## WORK INSTRUCTION
Identify every line in the records below that contains the word "rmSync", and copy each of those lines.

-------- EXTRACTED ENTRIES

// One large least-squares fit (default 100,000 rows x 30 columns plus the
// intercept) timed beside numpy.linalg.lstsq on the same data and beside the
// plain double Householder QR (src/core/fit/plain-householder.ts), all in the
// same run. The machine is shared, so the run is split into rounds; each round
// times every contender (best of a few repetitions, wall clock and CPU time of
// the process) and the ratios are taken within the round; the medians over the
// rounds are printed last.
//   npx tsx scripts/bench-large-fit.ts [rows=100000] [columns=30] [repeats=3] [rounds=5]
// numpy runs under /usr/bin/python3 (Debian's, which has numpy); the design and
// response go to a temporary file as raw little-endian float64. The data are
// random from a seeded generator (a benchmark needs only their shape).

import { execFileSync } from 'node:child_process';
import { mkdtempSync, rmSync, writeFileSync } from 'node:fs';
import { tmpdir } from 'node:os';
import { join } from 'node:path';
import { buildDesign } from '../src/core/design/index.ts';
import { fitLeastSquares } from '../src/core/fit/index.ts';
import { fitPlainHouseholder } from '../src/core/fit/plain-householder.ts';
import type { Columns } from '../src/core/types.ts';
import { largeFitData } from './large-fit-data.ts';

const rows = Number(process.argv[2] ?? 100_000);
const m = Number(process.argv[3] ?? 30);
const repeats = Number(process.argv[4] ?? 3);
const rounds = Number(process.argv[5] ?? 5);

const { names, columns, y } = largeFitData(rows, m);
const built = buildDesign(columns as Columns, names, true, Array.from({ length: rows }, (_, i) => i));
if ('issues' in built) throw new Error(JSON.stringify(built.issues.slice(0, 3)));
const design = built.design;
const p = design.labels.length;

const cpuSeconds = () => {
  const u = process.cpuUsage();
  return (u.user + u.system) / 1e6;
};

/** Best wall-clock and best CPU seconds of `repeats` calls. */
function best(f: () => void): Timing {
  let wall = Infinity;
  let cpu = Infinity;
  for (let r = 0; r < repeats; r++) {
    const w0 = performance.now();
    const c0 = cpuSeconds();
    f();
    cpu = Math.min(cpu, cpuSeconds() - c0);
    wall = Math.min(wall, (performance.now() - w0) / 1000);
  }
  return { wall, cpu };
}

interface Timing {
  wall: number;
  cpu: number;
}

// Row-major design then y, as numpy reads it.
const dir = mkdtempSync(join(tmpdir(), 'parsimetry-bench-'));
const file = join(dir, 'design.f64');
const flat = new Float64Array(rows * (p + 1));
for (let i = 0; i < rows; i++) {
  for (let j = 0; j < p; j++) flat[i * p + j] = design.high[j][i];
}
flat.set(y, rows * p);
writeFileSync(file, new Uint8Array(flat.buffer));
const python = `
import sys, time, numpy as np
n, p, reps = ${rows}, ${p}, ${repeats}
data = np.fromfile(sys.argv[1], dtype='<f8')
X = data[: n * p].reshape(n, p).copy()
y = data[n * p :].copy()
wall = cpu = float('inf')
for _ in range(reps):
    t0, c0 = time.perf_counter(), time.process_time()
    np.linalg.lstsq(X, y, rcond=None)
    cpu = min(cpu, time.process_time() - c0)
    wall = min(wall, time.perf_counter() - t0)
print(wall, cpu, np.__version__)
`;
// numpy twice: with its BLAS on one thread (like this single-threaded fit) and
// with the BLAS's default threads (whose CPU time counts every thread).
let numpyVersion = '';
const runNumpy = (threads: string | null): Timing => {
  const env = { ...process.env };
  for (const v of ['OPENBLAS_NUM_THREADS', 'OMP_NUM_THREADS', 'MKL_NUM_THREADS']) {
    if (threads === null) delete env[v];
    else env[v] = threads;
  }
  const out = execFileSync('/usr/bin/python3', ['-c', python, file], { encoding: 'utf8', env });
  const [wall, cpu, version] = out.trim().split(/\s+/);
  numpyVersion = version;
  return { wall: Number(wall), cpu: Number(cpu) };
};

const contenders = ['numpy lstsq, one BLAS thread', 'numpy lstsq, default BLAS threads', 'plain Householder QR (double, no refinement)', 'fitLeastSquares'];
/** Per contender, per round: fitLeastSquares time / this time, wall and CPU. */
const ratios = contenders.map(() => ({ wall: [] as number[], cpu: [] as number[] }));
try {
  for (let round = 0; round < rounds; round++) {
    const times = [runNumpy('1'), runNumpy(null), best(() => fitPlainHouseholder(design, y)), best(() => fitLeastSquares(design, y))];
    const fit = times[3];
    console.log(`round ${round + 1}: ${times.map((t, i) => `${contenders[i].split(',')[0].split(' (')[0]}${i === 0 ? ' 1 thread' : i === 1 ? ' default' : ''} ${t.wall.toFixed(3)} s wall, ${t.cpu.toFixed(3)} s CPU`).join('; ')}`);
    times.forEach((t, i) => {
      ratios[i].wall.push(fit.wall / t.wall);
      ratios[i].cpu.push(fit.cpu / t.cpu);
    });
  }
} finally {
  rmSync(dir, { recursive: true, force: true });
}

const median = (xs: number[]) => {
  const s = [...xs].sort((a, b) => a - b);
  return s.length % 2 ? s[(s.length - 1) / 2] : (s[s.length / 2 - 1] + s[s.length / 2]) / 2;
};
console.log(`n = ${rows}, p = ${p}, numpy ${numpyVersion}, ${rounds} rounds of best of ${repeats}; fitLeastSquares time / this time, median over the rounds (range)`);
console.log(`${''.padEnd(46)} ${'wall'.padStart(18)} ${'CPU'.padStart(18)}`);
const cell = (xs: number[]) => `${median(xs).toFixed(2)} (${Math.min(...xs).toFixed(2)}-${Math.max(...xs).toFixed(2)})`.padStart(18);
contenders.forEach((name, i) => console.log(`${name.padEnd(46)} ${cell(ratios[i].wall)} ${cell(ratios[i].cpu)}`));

----------------
-------- EXTRACTED ENTRIES

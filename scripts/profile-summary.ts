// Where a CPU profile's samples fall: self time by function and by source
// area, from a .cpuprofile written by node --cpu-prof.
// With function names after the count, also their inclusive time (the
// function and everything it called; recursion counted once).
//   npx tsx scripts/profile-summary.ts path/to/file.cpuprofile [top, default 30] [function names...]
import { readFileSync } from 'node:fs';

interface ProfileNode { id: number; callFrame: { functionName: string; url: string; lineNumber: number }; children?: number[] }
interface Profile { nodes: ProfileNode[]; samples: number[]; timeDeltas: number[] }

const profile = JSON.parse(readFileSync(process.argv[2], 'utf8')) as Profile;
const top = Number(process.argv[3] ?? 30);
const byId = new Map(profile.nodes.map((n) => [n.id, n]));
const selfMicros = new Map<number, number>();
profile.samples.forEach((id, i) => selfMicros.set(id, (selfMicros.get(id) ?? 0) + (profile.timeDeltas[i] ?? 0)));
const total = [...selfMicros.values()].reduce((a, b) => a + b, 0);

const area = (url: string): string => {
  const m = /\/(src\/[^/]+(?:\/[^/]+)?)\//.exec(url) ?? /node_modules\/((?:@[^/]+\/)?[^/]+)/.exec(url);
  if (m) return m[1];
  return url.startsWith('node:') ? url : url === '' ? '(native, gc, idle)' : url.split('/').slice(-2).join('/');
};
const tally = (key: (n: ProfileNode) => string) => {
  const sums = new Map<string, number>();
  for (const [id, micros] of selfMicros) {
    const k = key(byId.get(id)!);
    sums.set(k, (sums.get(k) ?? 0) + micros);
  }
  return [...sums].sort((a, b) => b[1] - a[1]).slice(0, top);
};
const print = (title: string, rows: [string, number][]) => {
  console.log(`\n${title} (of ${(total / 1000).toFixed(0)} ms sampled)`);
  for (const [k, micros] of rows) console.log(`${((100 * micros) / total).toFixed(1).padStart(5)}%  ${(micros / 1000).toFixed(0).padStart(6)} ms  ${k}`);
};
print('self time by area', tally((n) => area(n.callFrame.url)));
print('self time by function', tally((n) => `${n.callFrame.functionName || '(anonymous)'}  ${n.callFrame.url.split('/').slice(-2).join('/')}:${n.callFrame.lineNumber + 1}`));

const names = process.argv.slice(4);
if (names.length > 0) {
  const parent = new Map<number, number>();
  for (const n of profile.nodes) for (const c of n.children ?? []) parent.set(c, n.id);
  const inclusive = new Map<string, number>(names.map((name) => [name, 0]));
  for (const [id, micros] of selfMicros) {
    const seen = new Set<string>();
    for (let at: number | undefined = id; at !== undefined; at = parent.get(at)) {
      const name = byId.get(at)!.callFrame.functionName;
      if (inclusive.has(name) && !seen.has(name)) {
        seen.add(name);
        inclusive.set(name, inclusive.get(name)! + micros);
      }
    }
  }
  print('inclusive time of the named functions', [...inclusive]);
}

----------------

## SOLUTION TO THIS PROBLEM
import { mkdtempSync, rmSync, writeFileSync } from 'node:fs';
  rmSync(dir, { recursive: true, force: true });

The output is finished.